Big enterprises that employ a large number of Agile teams to produce software applications face numerous challenges to keep their business healthy. Not only the technical aspects of different applications play a role here, but also a lot of organizational aspects. Think of attracting new talent, roll out training sessions, deal with security issues, etc. Another challenge which pops up now and then has to do with centralized versus federated control for various initiatives. The global DevOps movement pushes team autonomy since one of the core values is to strive for speed and agility. Teams need to be flexible when (external) factors demand so. However, sometimes this conflicts with the overall strategy and governance of the enterprise. Today we will explore key topics to decide about centralized versus federated control.
First of all, let’s find out what the main differences between centralized control and federated control are. Seen from the perspective of the tools and platforms that are needed to support the entire IT transformation from Agile/scrum towards DevSecOps, centralized control means that a dedicated IT team decides about it. In contrary, using the federated approach, the developer teams enjoy much more freedom of choice, thus choosing their own solutions and direction for their projects.
Both types of control offer benefits and drawbacks. Important considerations are summarized below.
- Project management is more efficient using the centralized approach, there is a central way to track progress.
- A centralized approach mostly introduces fewer risks compared to federated control.
- Using the centralized method, you need to employ a dedicated group of professionals with the right level of mandate and trust of the other departments. Otherwise the initiative strands. At the same time, the other departments might feel they are losing control.
- When applying the federated approach, individual teams can go faster since they do not need to wait for the centralized team. It can also help to improve collaboration with other teams since they might need them during their day to day work.
- The decision making process comes closer to where the expertise lies, this is especially true if there are major differences between the developer teams.
- From an organizational point of view, it’s much more difficult to measure progress and track changes if all teams have the freedom to do things their own way. On top of that, it’s also difficult to communicate a change management strategy to all the teams since it has a different impact on all of them.
This list is never complete, but acts as a frame of reference to explore the following topics in more detail.
Perhaps one of the hottest topics of the last couple of years. In many companies there is a “battle” of centralized and thus standardized pipelines versus custom pipelines (per team / application).
Centralized pipelines offer a great opportunity for developer teams that share the same tech stack, application structure and functional requirements. In essence, they can literally copy and paste a simple pipeline configuration file such as a Jenkinsfile, an azure-pipelines.yaml file or a .gitlab-ci.yaml file and adjust it to fit their situation. Since the standard pipeline consists of multiple “building blocks” (think of a Lint step, a SAST analysis or an artifact upload step), developers can just fill in the variables to pass on to the pipeline templates.

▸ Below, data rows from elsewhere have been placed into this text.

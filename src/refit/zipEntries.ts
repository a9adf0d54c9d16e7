import type { FileHandle } from 'node:fs/promises';
import { inflateRaw } from 'node:zlib';
import { promisify } from 'node:util';

/**
 * A bounded reader of zip archives (an .xlsx file is one): the central
 * directory is found from the end record and walked entry by entry, and
 * each entry is read from its own offset and inflated with its output
 * capped. Nothing is read whole: at most the end of the file (the end
 * record and its comment), the directory (capped), and the entries asked
 * for.
 *
 * The directory is walked by its records, never by the count the end record
 * claims (a bomb may set it to 0 or 1 and hide its entries), and an archive
 * whose directory cannot be walked to its end is refused, not guessed at.
 *
 * ## References
 * - PKWARE, APPNOTE.TXT: .ZIP File Format Specification, version 6.3.10
 *   (2022): sections 4.3.7 (local file header), 4.3.12 (central directory
 *   header), 4.3.14-4.3.16 (zip64 end records, end of central directory),
 *   4.5.3 (zip64 extended information extra field).
 */

export interface ZipEntry {
  name: string;
  /** 0 stored, 8 deflated; anything else is refused when the entry is read. */
  method: number;
  compressedSize: number;
  /** As the directory declares it; the inflated size is checked against it. */
  uncompressedSize: number;
  localHeaderOffset: number;
}

export type ZipOutcome<T> = { ok: true; value: T } | { ok: false; error: string };

/** The largest central directory read: about 200,000 entries of 80-byte names; a spreadsheet has a few dozen. */
const MAX_DIRECTORY_BYTES = 16 * 1024 * 1024;

const END_OF_CENTRAL_DIRECTORY = 0x06054b50;
const ZIP64_LOCATOR = 0x07064b50;
const ZIP64_END = 0x06064b50;
const CENTRAL_HEADER = 0x02014b50;
const LOCAL_HEADER = 0x04034b50;
const STORED = 0;
const DEFLATED = 8;

async function readAt(handle: FileHandle, position: number, length: number): Promise<Buffer> {
  const buffer = Buffer.alloc(length);
  let done = 0;
  while (done < length) {
    const { bytesRead } = await handle.read(buffer, done, length - done, position + done);
    if (bytesRead === 0) break;
    done += bytesRead;
  }
  return done === length ? buffer : buffer.subarray(0, done);
}

/** Where the central directory is: from the end record (and the zip64 end record when a field overflows). */
async function directoryPlace(handle: FileHandle, fileSize: number): Promise<ZipOutcome<{ offset: number; size: number }>> {
  // The end record is in the last 22 + 65,535 bytes (its comment is at most 65,535 bytes).
  const tailStart = Math.max(0, fileSize - 22 - 0xffff);
  const tail = await readAt(handle, tailStart, fileSize - tailStart);
  let end = -1;
  for (let at = tail.length - 22; at >= 0; at--) {
    if (tail.readUInt32LE(at) === END_OF_CENTRAL_DIRECTORY) {
      end = at;
      break;
    }
  }
  if (end === -1) return { ok: false, error: 'it is not a zip archive (no end of central directory record)' };
  let size = tail.readUInt32LE(end + 12);
  let offset = tail.readUInt32LE(end + 16);
  if (size === 0xffffffff || offset === 0xffffffff || tail.readUInt16LE(end + 10) === 0xffff) {
    if (end < 20 || tail.readUInt32LE(end - 20) !== ZIP64_LOCATOR) return { ok: false, error: 'its zip64 end record is missing' };
    const zip64End = Number(tail.readBigUInt64LE(end - 20 + 8));
    const record = zip64End + 56 <= fileSize ? await readAt(handle, zip64End, 56) : Buffer.alloc(0);
    if (record.length < 56 || record.readUInt32LE(0) !== ZIP64_END) return { ok: false, error: 'its zip64 end record cannot be read' };
    size = Number(record.readBigUInt64LE(40));
    offset = Number(record.readBigUInt64LE(48));
  }
  if (offset + size > fileSize) return { ok: false, error: 'its central directory lies beyond the end of the file (a damaged or truncated file)' };
  if (size > MAX_DIRECTORY_BYTES) return { ok: false, error: `its central directory is ${size.toLocaleString('en-US')} bytes, more than a spreadsheet has` };
  return { ok: true, value: { offset, size } };
}

/** Sizes and offsets of 0xFFFFFFFF are in the zip64 extra field (id 1), in this order, each only when needed. */
function readZip64Extra(directory: Buffer, from: number, length: number, entry: ZipEntry): boolean {
  const to = from + length;
  for (let at = from; at + 4 <= to; ) {
    const id = directory.readUInt16LE(at);
    const size = directory.readUInt16LE(at + 2);
    if (id === 1) {
      let field = at + 4;
      const fieldEnd = Math.min(to, at + 4 + size);
      const next = (): number | null => {
        if (field + 8 > fieldEnd) return null;
        const value = Number(directory.readBigUInt64LE(field));
        field += 8;
        return value;
      };
      if (entry.uncompressedSize === 0xffffffff) entry.uncompressedSize = next() ?? -1;
      if (entry.compressedSize === 0xffffffff) entry.compressedSize = next() ?? -1;
      if (entry.localHeaderOffset === 0xffffffff) entry.localHeaderOffset = next() ?? -1;
      return entry.uncompressedSize >= 0 && entry.compressedSize >= 0 && entry.localHeaderOffset >= 0;
    }
    at += 4 + size;
  }
  return entry.uncompressedSize !== 0xffffffff && entry.compressedSize !== 0xffffffff && entry.localHeaderOffset !== 0xffffffff;
}

/** Every entry of the central directory, walked record by record to its end; or why it cannot be. */
export async function readZipDirectory(handle: FileHandle, fileSize: number): Promise<ZipOutcome<ZipEntry[]>> {
  const place = await directoryPlace(handle, fileSize);
  if (!place.ok) return place;
  const directory = await readAt(handle, place.value.offset, place.value.size);
  const entries: ZipEntry[] = [];
  let at = 0;
  while (at < directory.length) {
    if (at + 46 > directory.length || directory.readUInt32LE(at) !== CENTRAL_HEADER) {
      return { ok: false, error: `its central directory cannot be walked (no entry record at byte ${(place.value.offset + at).toLocaleString('en-US')})` };
    }
    const nameLength = directory.readUInt16LE(at + 28);
    const extraLength = directory.readUInt16LE(at + 30);
    const commentLength = directory.readUInt16LE(at + 32);
    const next = at + 46 + nameLength + extraLength + commentLength;
    if (next > directory.length) return { ok: false, error: 'its central directory ends in the middle of an entry record' };
    const entry: ZipEntry = {
      name: directory.toString('utf8', at + 46, at + 46 + nameLength),
      method: directory.readUInt16LE(at + 10),
      compressedSize: directory.readUInt32LE(at + 20),
      uncompressedSize: directory.readUInt32LE(at + 24),
      localHeaderOffset: directory.readUInt32LE(at + 42),
    };
    if (!readZip64Extra(directory, at + 46 + nameLength, extraLength, entry)) {
      return { ok: false, error: `the zip64 sizes of its part "${entry.name}" are missing` };
    }
    entries.push(entry);
    at = next;
  }
  return { ok: true, value: entries };
}

const inflateRawAsync = promisify(inflateRaw);

/**
 * The bytes of one entry, read from its local header's place and inflated
 * with the output capped at the size the directory declares: an entry that
 * inflates beyond it is refused after at most that much output, whatever
 * its headers claim. A caller that has checked the declared sizes against
 * a limit is thereby held to the limit.
 */
export async function readZipEntry(handle: FileHandle, fileSize: number, entry: ZipEntry): Promise<ZipOutcome<Buffer>> {
  if (entry.method !== STORED && entry.method !== DEFLATED) return { ok: false, error: `its part "${entry.name}" uses compression method ${entry.method}, which is not read` };
  const cap = entry.uncompressedSize;
  const beyond = `its part "${entry.name}" inflates beyond the ${cap.toLocaleString('en-US')} bytes its zip directory declares (a damaged file or a zip bomb)`;
  // Deflate adds at most 5 bytes per 64 KiB block to data it cannot compress: a part compressed to more than that is not one whose output fits the cap.
  if (entry.compressedSize > cap + Math.ceil(cap / 16_384) + 1024) {
    return { ok: false, error: beyond };
  }
  const header = entry.localHeaderOffset + 30 <= fileSize ? await readAt(handle, entry.localHeaderOffset, 30) : Buffer.alloc(0);
  if (header.length < 30 || header.readUInt32LE(0) !== LOCAL_HEADER) {
    return { ok: false, error: `its part "${entry.name}" is not where the central directory says (bytes added before the archive, or a damaged file)` };
  }
  const start = entry.localHeaderOffset + 30 + header.readUInt16LE(26) + header.readUInt16LE(28);
  if (start + entry.compressedSize > fileSize) return { ok: false, error: `its part "${entry.name}" runs past the end of the file` };
  const data = await readAt(handle, start, entry.compressedSize);
  if (entry.method === STORED) return { ok: true, value: data };
  let inflated: Buffer;
  try {
    inflated = await inflateRawAsync(data, { maxOutputLength: Math.max(1, cap + 1) });
  } catch (error) {
    const code = (error as NodeJS.ErrnoException).code;
    if (code === 'ERR_BUFFER_TOO_LARGE' || error instanceof RangeError) return { ok: false, error: beyond };
    return { ok: false, error: `its part "${entry.name}" cannot be inflated (${(error as Error).message})` };
  }
  if (inflated.length > cap) return { ok: false, error: beyond };
  return { ok: true, value: inflated };
}

/**
 * A zip archive of the given parts, stored without compression, as a list
 * of chunks (the parts' own buffers are not copied). The .xlsx reader is
 * handed this archive of exactly the parts that were checked, so what it
 * parses is what the limits measured, whatever else the original file held.
 */
export function storedZipChunks(parts: ReadonlyMap<string, Buffer>, crc32: (data: Buffer) => number): Buffer[] {
  const chunks: Buffer[] = [];
  const directory: Buffer[] = [];
  let offset = 0;
  for (const [name, data] of parts) {
    const nameBytes = Buffer.from(name, 'utf8');
    const crc = crc32(data) >>> 0;
    const local = Buffer.alloc(30);
    local.writeUInt32LE(LOCAL_HEADER, 0);
    local.writeUInt16LE(20, 4);
    local.writeUInt16LE(0x0800, 6); // names in UTF-8
    local.writeUInt16LE(STORED, 8);
    local.writeUInt32LE(crc, 14);
    local.writeUInt32LE(data.length, 18);
    local.writeUInt32LE(data.length, 22);
    local.writeUInt16LE(nameBytes.length, 26);
    const central = Buffer.alloc(46);
    central.writeUInt32LE(CENTRAL_HEADER, 0);
    central.writeUInt16LE(20, 4);
    central.writeUInt16LE(20, 6);
    central.writeUInt16LE(0x0800, 8);
    central.writeUInt16LE(STORED, 10);
    central.writeUInt32LE(crc, 16);
    central.writeUInt32LE(data.length, 20);
    central.writeUInt32LE(data.length, 24);
    central.writeUInt16LE(nameBytes.length, 28);
    central.writeUInt32LE(offset, 42);
    chunks.push(local, nameBytes, data);
    directory.push(central, nameBytes);
    offset += 30 + nameBytes.length + data.length;
  }
  const directorySize = directory.reduce((sum, chunk) => sum + chunk.length, 0);
  const end = Buffer.alloc(22);
  end.writeUInt32LE(END_OF_CENTRAL_DIRECTORY, 0);
  end.writeUInt16LE(parts.size, 8);
  end.writeUInt16LE(parts.size, 10);
  end.writeUInt32LE(directorySize, 12);
  end.writeUInt32LE(offset, 16);
  return [...chunks, ...directory, end];
}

Rather inexperienced teams greatly benefit from this approach since they don’t need to understand the ins and outs of these (complex) pipelines. You do require a dedicated CI/CD pipeline team to build this standardized pipeline. Given the number of stakeholders (every application development team requires it), it can be a painful process to support all of the applications. It’s vital to choose with which tech stack you would start since you can’t do it all at the same time. Troubleshooting and offering support of these standard pipeline is rather easy since error messages are also generic and the CI/CD pipeline teams knows everything under the hood.
A major drawback is the difficulty to deviate from the standard pipeline. What if a specific team requires a different tool for their SAST process? That means you need to create a switch to switch the default SAST tool off. Or what if a large application needs to be refactored? If this is the case for a number of steps, your pipeline source code will be very hard (of not impossible) to maintain.

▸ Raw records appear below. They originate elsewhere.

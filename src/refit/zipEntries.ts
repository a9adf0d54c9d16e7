import type { FileHandle } from 'node:fs/promises';
import { inflateRaw } from 'node:zlib';
import { promisify } from 'node:util';
import { bytesOfFile, CENTRAL_HEADER, END_OF_CENTRAL_DIRECTORY, LOCAL_HEADER, walkZipDirectory, type ZipEntry } from '../documents/zipDirectory.js';

export type { ZipEntry } from '../documents/zipDirectory.js';

/**
 * A bounded reader of zip archives (an .xlsx file is one), through a file
 * handle: nothing is read whole. The directory is walked by the walker the
 * DOCX reader uses (src/documents/zipDirectory.ts: by its records, never by
 * the count the end record claims, and refused when it cannot be walked to
 * its end), reading at most the end of the file, the directory (capped) and
 * each entry's local header; each entry asked for is then read from its own
 * place and inflated with its output capped.
 *
 * Bytes put before the archive are refused here, not followed as the DOCX
 * reader follows them: spreadsheet programs never write them, and such a
 * file has always been refused with the advice to save it again.
 */

export type ZipOutcome<T> = { ok: true; value: T } | { ok: false; error: string };

/** The largest central directory read: about 200,000 entries of 80-byte names; a spreadsheet has a few dozen. */
const MAX_DIRECTORY_BYTES = 16 * 1024 * 1024;

const STORED = 0;
const DEFLATED = 8;

async function readAt(handle: FileHandle, position: number, length: number): Promise<Buffer> {
  const buffer = Buffer.alloc(length);
  let done = 0;
  while (done < length) {
    const { bytesRead } = await handle.read(buffer, done, length - done, position + done);
    if (bytesRead === 0) break;
    done += bytesRead;
  }
  return done === length ? buffer : buffer.subarray(0, done);
}

/** Every entry of the central directory, walked record by record to its end; or why it cannot be. */
export function readZipDirectory(handle: FileHandle, fileSize: number): ZipOutcome<ZipEntry[]> {
  // The directory's size caps its entries (46 bytes each at least), so no entry count is needed besides.
  const walked = walkZipDirectory(bytesOfFile(handle.fd, fileSize), { maxEntries: Infinity, maxDirectoryBytes: MAX_DIRECTORY_BYTES, followPrependedBytes: false });
  if (walked.ok) return { ok: true, value: walked.entries };
  return { ok: false, error: walked.problem === 'damaged' ? walked.reason : `its zip directory holds more than ${walked.maxEntries} entries` };
}

const inflateRawAsync = promisify(inflateRaw);

/**
 * The bytes of one entry, read from where its walked local header puts it and inflated
 * with the output capped at the size the directory declares: an entry that
 * inflates beyond it is refused after at most that much output, whatever
 * its headers claim. A caller that has checked the declared sizes against
 * a limit is thereby held to the limit.
 */
export async function readZipEntry(handle: FileHandle, entry: ZipEntry): Promise<ZipOutcome<Buffer>> {
  if (entry.method !== STORED && entry.method !== DEFLATED) return { ok: false, error: `its part "${entry.name}" uses compression method ${entry.method}, which is not read` };
  const cap = entry.uncompressedSize;
  const beyond = `its part "${entry.name}" inflates beyond the ${cap.toLocaleString('en-US')} bytes its zip directory declares (a damaged file or a zip bomb)`;
  // Deflate adds at most 5 bytes per 64 KiB block to data it cannot compress: a part compressed to more than that is not one whose output fits the cap.
  if (entry.compressedSize > cap + Math.ceil(cap / 16_384) + 1024) {
    return { ok: false, error: beyond };
  }
  // The walk checked the local header and that the data ends inside the file.
  const data = await readAt(handle, entry.dataStart, entry.compressedSize);
  if (entry.method === STORED) return { ok: true, value: data };
  let inflated: Buffer;
  try {
    inflated = await inflateRawAsync(data, { maxOutputLength: Math.max(1, cap + 1) });
  } catch (error) {
    const code = (error as NodeJS.ErrnoException).code;
    if (code === 'ERR_BUFFER_TOO_LARGE' || error instanceof RangeError) return { ok: false, error: beyond };
    return { ok: false, error: `its part "${entry.name}" cannot be inflated (${(error as Error).message})` };
  }
  if (inflated.length > cap) return { ok: false, error: beyond };
  return { ok: true, value: inflated };
}

/**
 * A zip archive of the given parts, stored without compression, as a list
 * of chunks (the parts' own buffers are not copied). The .xlsx reader is
 * handed this archive of exactly the parts that were checked, so what it
 * parses is what the limits measured, whatever else the original file held.
 */
export function storedZipChunks(parts: ReadonlyMap<string, Buffer>, crc32: (data: Buffer) => number): Buffer[] {
  const chunks: Buffer[] = [];
  const directory: Buffer[] = [];
  let offset = 0;
  for (const [name, data] of parts) {
    const nameBytes = Buffer.from(name, 'utf8');
    const crc = crc32(data) >>> 0;
    const local = Buffer.alloc(30);
    local.writeUInt32LE(LOCAL_HEADER, 0);
    local.writeUInt16LE(20, 4);
    local.writeUInt16LE(0x0800, 6); // names in UTF-8
    local.writeUInt16LE(STORED, 8);
    local.writeUInt32LE(crc, 14);
    local.writeUInt32LE(data.length, 18);
    local.writeUInt32LE(data.length, 22);
    local.writeUInt16LE(nameBytes.length, 26);
    const central = Buffer.alloc(46);
    central.writeUInt32LE(CENTRAL_HEADER, 0);
    central.writeUInt16LE(20, 4);
    central.writeUInt16LE(20, 6);
    central.writeUInt16LE(0x0800, 8);
    central.writeUInt16LE(STORED, 10);
    central.writeUInt32LE(crc, 16);
    central.writeUInt32LE(data.length, 20);
    central.writeUInt32LE(data.length, 24);
    central.writeUInt16LE(nameBytes.length, 28);
    central.writeUInt32LE(offset, 42);
    chunks.push(local, nameBytes, data);
    directory.push(central, nameBytes);
    offset += 30 + nameBytes.length + data.length;
  }
  const directorySize = directory.reduce((sum, chunk) => sum + chunk.length, 0);
  const end = Buffer.alloc(22);
  end.writeUInt32LE(END_OF_CENTRAL_DIRECTORY, 0);
  end.writeUInt16LE(parts.size, 8);
  end.writeUInt16LE(parts.size, 10);
  end.writeUInt32LE(directorySize, 12);
  end.writeUInt32LE(offset, 16);
  return [...chunks, ...directory, end];
}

Naming conventions on an enterprise level are a great way to gain control and visibility about nearly everything that you want to share or use in your organization. Think of the following aspects / topics that require a proper naming convention. The name of application (components), the names of teams, project names, roles, permissions. And think of (cloud) infrastructure related aspects such as resource groups, artifact repositories, git repositories, etc.
Consider the following benefits of centralized and standardized naming conventions:
- Track and trace of items that require reporting and auditing on behalf of internal and external stakeholders.
- Sorting and counting of these aspects since there might be duplicates from both a functional as well as a technical viewpoint.
- Aggregation: it’s more difficult to group multiple entities and tie them towards a single unit such as a developer team or application or environment. The same is true if you want to aggregate different applications of a single tech stack.
- Easier to troubleshoot: application names are consistent in the entire Software Development Life Cycle: everyone in the organization shares the same understanding and context.
- Finding an item is much easier when using standardized names and titles since you can follow a pattern (like a regular expression) to construct your search phrase.
Furthermore, standardized naming conventions might deviate from “industry standard” conventions since your organization has specific needs. If individual teams won’t see the value of it, constant discussions might pop up and will slow you down.
In contrary to the list above, individual teams might benefit from choosing their own naming conventions. They do not have to follow the enterprise level approach so they can speed up and use whatever naming convention suits them best. No need to rename and/or refactoring of their applications, infrastructure components and connection strings.
Security controls help to make sure your applications stay secure in all of the stages in the Software Development LifeCycle. Often, security is a trade off between speed (for the business to deliver new features) and reduced risk impact (for departments such as CISO & SOC).
Data classification frameworks
It’s impossible to benefit from security controls if you don’t follow a single data classification framework for all of your applications. A data classification framework helps to establish as baseline for how critical your application is. This should be seen from multiple perspectives such as confidentiality, integrity and availability. If multiple data classification frameworks are adopted throughout your organization you can’t compare applications against each other and thus do not set the right security controls which help to minimize business risks. Then every team would choose what they think is appropriate for the overall business continuity of the organization as a whole.
Nearly every security tool has so called quality profiles. Think of the quality profiles of SonarQube or Checkmarkx that acts as a way to capture various security related issues in your source code. If every developer team can choose their own profile, you will end up with a different list given the same pieces of source code across different teams. Using this approach, some of the developer teams feel they are doing a great job while others lack visibility into very critical issues of their internet facing application that serves millions of end-users.
One step further in the development process are the quality gates. This concept determines if your source code is “of enough quality” to pass on to the next stage or not. Often a CI/CD pipeline breaks if it does not pass. This helps the team to improve or mitigate (security) issues. Once this concept is left over to individual teams you can’t strive for a consistent quality of your applications. Thus you do not have a uniform and controlled way of your business risks. You might end up with a lot of (unknown or unnoticed) vulnerabilities and security issues that you discover while an application is already in production. Fixing issues early on saves time and money and also reduces the pressure on operational SOX teams to monitor applications at runtime.
Yet, on the other hand, if quality gates driven from a centralized perspective are too “strict” your developer teams might spend a lot of time to fix issues for rather simple applications that are not mission critical such as PoCs and/or internal applications which are completely isolated and that do not process any significant information.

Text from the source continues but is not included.